Final assessment not yet possible After the death of a prematurely born boy from an intestinal germ in the Frankfurt Citizens' Hospital, the clinic is looking for the source of the infection. "We currently do not know how the germ got into the station," said medical director Oliver Schwenn at a press conference in Frankfurt yesterday. He further explained: "The intestinal germ is currently being examined in more detail, a final assessment is not yet possible."
Three other children not at risk The three other children in whom a related germ was found were not at risk. The clinic does not accept any more premature babies for the time being.
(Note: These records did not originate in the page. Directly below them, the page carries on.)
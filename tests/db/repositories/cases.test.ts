import { v7 as uuidv7 } from 'uuid';
import { afterAll, beforeAll, describe, expect, test } from 'vitest';
import type { Knex } from 'knex';
import { assignmentsOfCases } from '@/db/repositories/cases/assignments-of-cases';
import { assignmentsOf } from '@/db/repositories/cases/assignments-of';
import { endAssignment } from '@/db/repositories/cases/end-assignment';
import { eraseIdentity } from '@/db/repositories/cases/erase-identity';
import { findCase } from '@/db/repositories/cases/find-case';
import { insertCase } from '@/db/repositories/cases/insert-case';
import { readIdentity } from '@/db/repositories/cases/read-identity';
import { findHospital } from '@/db/repositories/hospitals/find-hospital';
import { readsOfHospital } from '@/db/repositories/reads/reads-of-hospital';
import { findSnapshot } from '@/db/repositories/snapshots/find-snapshot';
import { insertSnapshot } from '@/db/repositories/snapshots/insert-snapshot';
import { theatresOf } from '@/db/repositories/theatres/theatres-of';
import { withinHospitals } from '@/db/within-hospitals';
import { addCase, openRecordDatabase, type RecordDatabase, type TestHospital } from '@/tests/db/record-database';

let db: RecordDatabase;
beforeAll(async () => {
  db = await openRecordDatabase();
});
afterAll(() => db.drop());

const within = <Result>(hospital: TestHospital, work: (transaction: Knex.Transaction) => Promise<Result>) => withinHospitals(db.database.app, [hospital.id], work);

describe('findCase', () => {
  test('finds it in its hospital, and nothing in another', async () => {
    const { caseId } = await addCase(db.database.app, db.hospital);
    expect(await within(db.hospital, (transaction) => findCase(transaction, caseId))).toMatchObject({ id: caseId, hospitalId: db.hospital.id, plannedBy: db.hospital.deskId });
    expect(await within(db.other, (transaction) => findCase(transaction, caseId))).toBeNull();
  });

  test('a reference stands once in a hospital and may stand in another', async () => {
    const add = (hospital: TestHospital) =>
      within(hospital, (transaction) => insertCase(transaction, { hospitalId: hospital.id, id: uuidv7(), reference: 'SAME', plannedBy: hospital.deskId }));
    await add(db.hospital);
    await expect(add(db.hospital)).rejects.toMatchObject({ code: '23505', constraint: 'cases_hospital_id_reference_key' });
    await add(db.other);
  });
});

describe('readIdentity', () => {
  const reader = () => ({ personId: db.hospital.deskId, rule: 'assigned' });

  test('gives the identity and leaves a row in the audit for each read', async () => {
    const { caseId } = await addCase(db.database.app, db.hospital);
    const identity = await within(db.hospital, (transaction) => readIdentity(transaction, caseId, reader()));
    expect(identity).toMatchObject({ caseId, patientLabel: 'Invented patient', recordNumber: 'R-1', salt: Buffer.alloc(16, 7) });
    const reads = await withinHospitals(db.database.audit, [db.hospital.id], (transaction) => readsOfHospital(transaction, db.hospital.id, 10));
    expect(reads[0]).toMatchObject({ caseId, personId: db.hospital.deskId, screenId: null, what: 'identity', outcome: 'allowed', rule: 'assigned' });
  });

  test('gives nothing to another hospital', async () => {
    const { caseId } = await addCase(db.database.app, db.hospital);
    expect(await within(db.other, (transaction) => readIdentity(transaction, caseId, reader()))).toBeNull();
  });

  test('gives nothing once erased; who erased it and why stays, and the log stays whole', async () => {
    const { caseId } = await addCase(db.database.app, db.hospital);
    const erase = (hospital: TestHospital) => within(hospital, (transaction) => eraseIdentity(transaction, caseId, db.hospital.deskId, 'Asked by the patient'));
    expect(await erase(db.other), 'another hospital').toBe(false);
    expect([await erase(db.hospital), await erase(db.hospital)]).toEqual([true, false]);
    expect(await within(db.hospital, (transaction) => readIdentity(transaction, caseId, reader()))).toBeNull();
    expect(await db.admin('identity_erasures').where({ case_id: caseId }).select('erased_by', 'reason')).toEqual([{ erased_by: db.hospital.deskId, reason: 'Asked by the patient' }]);
    expect(await db.admin('entries').where({ case_id: caseId }).pluck('seq')).toEqual([1]);
  });
});

describe('assignments', () => {
  test('end and stay, and a person cannot be assigned twice at once', async () => {
    const { caseId } = await addCase(db.database.app, db.hospital);
    const assignment = { hospitalId: db.hospital.id, caseId, personId: db.hospital.deskId, role: 'neurophysiologist' };
    expect(await within(db.hospital, (transaction) => assignmentsOf(transaction, caseId))).toMatchObject([{ personId: db.hospital.deskId, role: 'neurophysiologist' }]);
    const again = { hospital_id: db.hospital.id, case_id: caseId, person_id: db.hospital.deskId, role: 'neurophysiologist' };
    await expect(within(db.hospital, (transaction) => transaction('case_assignments').insert(again))).rejects.toMatchObject({ code: '23505', constraint: 'case_assignments_now' });
    expect(await within(db.hospital, (transaction) => endAssignment(transaction, assignment))).toBe(true);
    expect(await within(db.hospital, (transaction) => endAssignment(transaction, assignment))).toBe(false);
    expect(await within(db.hospital, (transaction) => assignmentsOf(transaction, caseId))).toEqual([]);
    expect(await db.admin('case_assignments').where({ case_id: caseId }).count()).toEqual([{ count: 1 }]);
  });
});

describe('assignmentsOfCases', () => {
  test('names the present ones of the cases asked for, within the hospital', async () => {
    const one = await addCase(db.database.app, db.hospital);
    const two = await addCase(db.database.app, db.hospital);
    const foreign = await addCase(db.database.app, db.other);
    const found = await within(db.hospital, (transaction) => assignmentsOfCases(transaction, [one.caseId, two.caseId, foreign.caseId]));
    expect(new Set(found.map(({ caseId }) => caseId))).toEqual(new Set([one.caseId, two.caseId]));
    expect(found[0]).toMatchObject({ hospitalId: db.hospital.id, personId: db.hospital.deskId, role: 'neurophysiologist' });
  });
});

describe('findHospital', () => {
  test('finds the one that is set and no other', async () => {
    expect(await within(db.hospital, (transaction) => findHospital(transaction, db.hospital.id))).toEqual({ hospitalId: db.hospital.id, name: 'Hospital north', timeZone: 'Europe/London' });
    expect(await within(db.hospital, (transaction) => findHospital(transaction, db.other.id))).toBeNull();
  });
});

describe('findSnapshot', () => {
  test('gives the latest in the version asked for; the first of two equal ones stays', async () => {
    const { caseId } = await addCase(db.database.app, db.hospital, ['case.opened', 'run.logged']);
    const keep = (seq: number, stateVersion: number, byte: number) =>
      insertSnapshot(db.database.app, { hospitalId: db.hospital.id, caseId, seq, stateVersion, bytes: Uint8Array.of(byte) });
    await keep(2, 1, 2);
    await keep(3, 1, 3);
    await keep(3, 1, 9);
    expect(await findSnapshot(db.database.feed, caseId, 1)).toMatchObject({ seq: 3, bytes: Buffer.of(3) });
    expect(await findSnapshot(db.database.feed, caseId, 2)).toBeNull();
    await expect(keep(4, 1, 4), 'of an entry that is not there').rejects.toMatchObject({ code: '23503' });
  });
});

describe('theatresOf', () => {
  test('names the theatres of the hospital', async () => {
    expect(await within(db.hospital, (transaction) => theatresOf(transaction))).toEqual([{ hospitalId: db.hospital.id, theatreId: db.hospital.theatreId, name: 'Theatre 1' }]);
  });
});

describe('insertSnapshot', () => {
  test('keeps the newest three of its case and touches no other case', async () => {
    const kinds = Array.from({ length: 9 }, () => 'run.logged');
    const [one, two] = [await addCase(db.database.app, db.hospital, kinds), await addCase(db.database.app, db.hospital, kinds)];
    const keep = (caseId: string, seq: number, stateVersion: number) =>
      insertSnapshot(db.database.app, { hospitalId: db.hospital.id, caseId, seq, stateVersion, bytes: Uint8Array.of(seq) });
    for (const seq of [2, 4]) await keep(two.caseId, seq, 1);
    for (const seq of [1, 2, 3, 5, 8]) await keep(one.caseId, seq, 1);
    await keep(one.caseId, 8, 2);
    await keep(one.caseId, 8, 2);
    const kept = async (caseId: string) => (await db.admin('case_snapshots').where({ case_id: caseId }).orderBy(['seq', 'state_version'])).map((row: { seq: string; state_version: number }) => [Number(row.seq), row.state_version]);
    expect(await kept(one.caseId)).toEqual([[5, 1], [8, 1], [8, 2]]);
    expect(await kept(two.caseId)).toEqual([[2, 1], [4, 1]]);
    expect(await findSnapshot(db.database.feed, one.caseId, 1)).toMatchObject({ seq: 8 });
  });
});
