import { afterAll, beforeAll, expect, test } from 'vitest';

import { readCommandReply } from '@/app/_live/read-command-reply';
import { readSessionById } from '@/server/auth/read-session';
import { giveCommandMessage } from '@/server/live/give-command-message';
import type { LiveSocket } from '@/server/live/live-socket';

import { commit, envelope, planCaseAs, runCommand } from './house/client';
import { openTestHouse, type TestHouse } from './house/open-test-house';
import { openSecondServer, type SecondServer } from './house/second-server';

const desk = 'desk@demo.example';
let house: TestHouse;
let server: SecondServer;
let laterMs = 0;

beforeAll(async () => {
  house = await openTestHouse();
  server = openSecondServer(house, { nowMs: () => Date.now() + laterMs });
});
afterAll(async () => {
  await server.close();
  await house.close();
});

test('a run of a desk whose clock is a little ahead is asked for again, and committed once with its own time when that has come', async () => {
  const caseId = await planCaseAs(house, desk);
  await commit(house, desk, caseId, { name: 'open-case', clockOffsetMs: null });
  const sessionId = await house.sessionIdOf(desk);
  expect(await readSessionById(server.context, sessionId)).not.toBeNull();
  const socket = { data: { sessionId } } as LiveSocket;
  const count = async () => Number((await house.admin('entries').where({ case_id: caseId, kind: 'run.logged' }).count('* as count').first())?.count);

  const message = { caseId, ...envelope(runCommand('wrist'), new Date(Date.now() + 20_000).toISOString()) };
  const early = await giveCommandMessage(server.context, socket, message);
  expect(early).toMatchObject({ kind: 'refused', message: expect.stringMatching(/^Not saved yet: .+ is \d+ s later than the server's clock/) });
  expect(readCommandReply(early), 'the desk reads it as "send the same again"').toBeNull();
  expect(await count()).toBe(0);

  laterMs = 19_000;
  const inTime = readCommandReply(await giveCommandMessage(server.context, socket, message));
  expect(inTime).toMatchObject({ kind: 'committed', entries: [{ kind: 'run.logged', eventAt: message.eventAt }, { kind: 'run.judged' }] });
  expect(readCommandReply(await giveCommandMessage(server.context, socket, message))).toEqual(inTime);
  expect(await count()).toBe(1);
});

test('one far ahead is refused for good: it would make every true run after it look older', async () => {
  const caseId = await planCaseAs(house, desk);
  const socket = { data: { sessionId: await house.sessionIdOf(desk) } } as LiveSocket;
  const message = { caseId, ...envelope({ name: 'send-message', text: 'From tomorrow' }, new Date(Date.now() + 86_400_000).toISOString()) };
  expect(readCommandReply(await giveCommandMessage(server.context, socket, message))).toMatchObject({ kind: 'refused', code: 'time-ahead', field: 'eventAt' });
});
According to the information, the boy was born on December 6th in the 25th week of pregnancy with 770 grams. “The boy's state of health deteriorated rapidly on the evening of December 19. He could no longer breathe on his own, ”said the responsible senior physician at the clinic for neonatology, Silke Ehlers. The little boy eventually died of a blood infection. The doctors assume that it is a multi-resistant germ because the treatment with antibiotics had no effect. The germ probably comes from the Enterobacter bacterial group.
Police turned on The police have now been notified. As a spokesman told hr-online on Friday, it was made available on Christmas Day. But it is still unclear why or against whom. The death was classified as unsettled and the body and medical records were confiscated. "An autopsy was suggested," said the police spokesman. The hospital has so far had no knowledge of an advertisement, as Schwenn emphasized.
More than one million premature babies die each year Around one million premature babies die each year worldwide. This was the result of the first United Nations (UN) report on premature babies last year. According to the report's figures, there has been a general increase in premature births - both in developing countries and in industrialized countries. Around 15 million children are born prematurely worldwide each year. "More than one in ten babies born in the world are born prematurely," said one of the lead authors of the first premature report, Save the Children, Joy Lawn. According to the experts, around 75 percent of the deaths associated with this could be avoided by simple countermeasures. (ad)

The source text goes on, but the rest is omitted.